WPF Controls Introduction


Windows Presentation Foundation (WPF) has a standard set of controls that enable you to easily assemble a modern application graphical user interface. There are many controls included “in the box”. How would you group all of these controls into categories? They can be roughly grouped into the following categories, as specified on page 242 of Adam Nathan’s book WPF 4.5 Unleashed by Sams Publishing, published in 2014 by Pearson Education.

  • Content Controls
  • Items Controls
  • Range Controls
  • Other Controls

Content Controls

These are controls that are constrained to contain a single item. There can be only one direct child, which can contain other controls.Content controls derive from System.Windows.Controls.ContentControl. The built-in content controls come in three major varieties.

  • Buttons
  • Simple Containers
  • Containers with Headers

A button is a content control that can be clicked but not double-clicked. This behaviour is in the abstract class ButtonBase. Several controls derive from ButtonBase: Button, RepeatButton, ToggleButton, CheckBox and RadioButton.

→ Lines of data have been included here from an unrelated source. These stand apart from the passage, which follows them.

function validate148(data, {instancePath="", parentData, parentDataProperty, rootData=data, dynamicAnchors={}}={}){
let vErrors = null;
let errors = 0;
const evaluated0 = validate148.evaluated;
if(evaluated0.dynamicProps){
evaluated0.props = undefined;
}
if(evaluated0.dynamicItems){
evaluated0.items = undefined;
}
const _errs1 = errors;
let valid0 = false;
const _errs2 = errors;
if(data && typeof data == "object" && !Array.isArray(data)){
if(data.low === undefined){
const err0 = {instancePath,schemaPath:"#/anyOf/0/required",keyword:"required",params:{missingProperty: "low"},message:"must have required property '"+"low"+"'"};
if(vErrors === null){
vErrors = [err0];
}
else {
vErrors.push(err0);
}
errors++;
}
}
var _valid0 = _errs2 === errors;
valid0 = valid0 || _valid0;
const _errs3 = errors;
if(data && typeof data == "object" && !Array.isArray(data)){
if(data.high === undefined){
const err1 = {instancePath,schemaPath:"#/anyOf/1/required",keyword:"required",params:{missingProperty: "high"},message:"must have required property '"+"high"+"'"};
if(vErrors === null){
vErrors = [err1];
}
else {
vErrors.push(err1);
}
errors++;
}
}
var _valid0 = _errs3 === errors;
valid0 = valid0 || _valid0;
if(!valid0){
const err2 = {instancePath,schemaPath:"#/anyOf",keyword:"anyOf",params:{},message:"must match a schema in anyOf"};
if(vErrors === null){
vErrors = [err2];
}
else {
vErrors.push(err2);
}
errors++;
}
else {
errors = _errs1;
if(vErrors !== null){
if(_errs1){
vErrors.length = _errs1;
}
else {
vErrors = null;
}
}
}
if(data && typeof data == "object" && !Array.isArray(data)){
if(data.source === undefined){
const err3 = {instancePath,schemaPath:"#/required",keyword:"required",params:{missingProperty: "source"},message:"must have required property '"+"source"+"'"};
if(vErrors === null){
vErrors = [err3];
}
else {
vErrors.push(err3);
}
errors++;
}
for(const key0 in data){
if(!(((((key0 === "low") || (key0 === "high")) || (key0 === "when")) || (key0 === "unjudged")) || (key0 === "source"))){
const err4 = {instancePath,schemaPath:"#/additionalProperties",keyword:"additionalProperties",params:{additionalProperty: key0},message:"must NOT have additional properties"};
if(vErrors === null){
vErrors = [err4];
}
else {
vErrors.push(err4);
}
errors++;
}
}
if(data.low !== undefined){
if(!(validate98(data.low, {instancePath:instancePath+"/low",parentData:data,parentDataProperty:"low",rootData,dynamicAnchors}))){
vErrors = vErrors === null ? validate98.errors : vErrors.concat(validate98.errors);
errors = vErrors.length;
}
}
if(data.high !== undefined){
if(!(validate98(data.high, {instancePath:instancePath+"/high",parentData:data,parentDataProperty:"high",rootData,dynamicAnchors}))){
vErrors = vErrors === null ? validate98.errors : vErrors.concat(validate98.errors);
errors = vErrors.length;
}
}
if(data.when !== undefined){
if(!(validate98(data.when, {instancePath:instancePath+"/when",parentData:data,parentDataProperty:"when",rootData,dynamicAnchors}))){
vErrors = vErrors === null ? validate98.errors : vErrors.concat(validate98.errors);
errors = vErrors.length;
}
}
if(data.unjudged !== undefined){
if(!(validate61(data.unjudged, {instancePath:instancePath+"/unjudged",parentData:data,parentDataProperty:"unjudged",rootData,dynamicAnchors}))){
vErrors = vErrors === null ? validate61.errors : vErrors.concat(validate61.errors);
errors = vErrors.length;
}
}
if(data.source !== undefined){
if(!(validate61(data.source, {instancePath:instancePath+"/source",parentData:data,parentDataProperty:"source",rootData,dynamicAnchors}))){
vErrors = vErrors === null ? validate61.errors : vErrors.concat(validate61.errors);
errors = vErrors.length;
}
}
}
else {
const err5 = {instancePath,schemaPath:"#/type",keyword:"type",params:{type: "object"},message:"must be object"};
if(vErrors === null){
vErrors = [err5];
}
else {
vErrors.push(err5);
}
errors++;
}
validate148.errors = vErrors;
return errors === 0;
}
validate148.evaluated = {"props":true,"dynamicProps":false,"dynamicItems":false};
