import type { SyncView } from '../core/sync-view';

/** Where sending stands, as short as a chip in the run's header allows. Being offline is no fault. */
export function briefConnection({ isReached, waiting, heldUpBy }: SyncView): string {
  const count = waiting.events + waiting.evidence + waiting.documents;
  const kept = count === 0 ? 'all sent' : `${count} kept`;
  if (heldUpBy === 'sign-in') return `sign in to send \u00b7 ${kept}`;
  return isReached === false ? `Offline \u00b7 ${kept}` : kept;
}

Simple containers include the Label, ToolTip and Frame.

Containers with Headers include the GroupBox and Expander.

Items Controls

Items controls are the other major category of WPF controls. Items controls contain a collection of items instead of a single piece of content. They derive from the abstract ItemsControl class. ItemsControl stores its content in an Items property of type ItemCollection. Each item can be an arbitrary object. For example, ListBox is an items control. ItemsControl has two main properties of interest: Items and ItemsSource. It also has HasItems, IsGrouping, AlternateCount, and AlterationIndex, DisplayMemberPath and ItemsPanel.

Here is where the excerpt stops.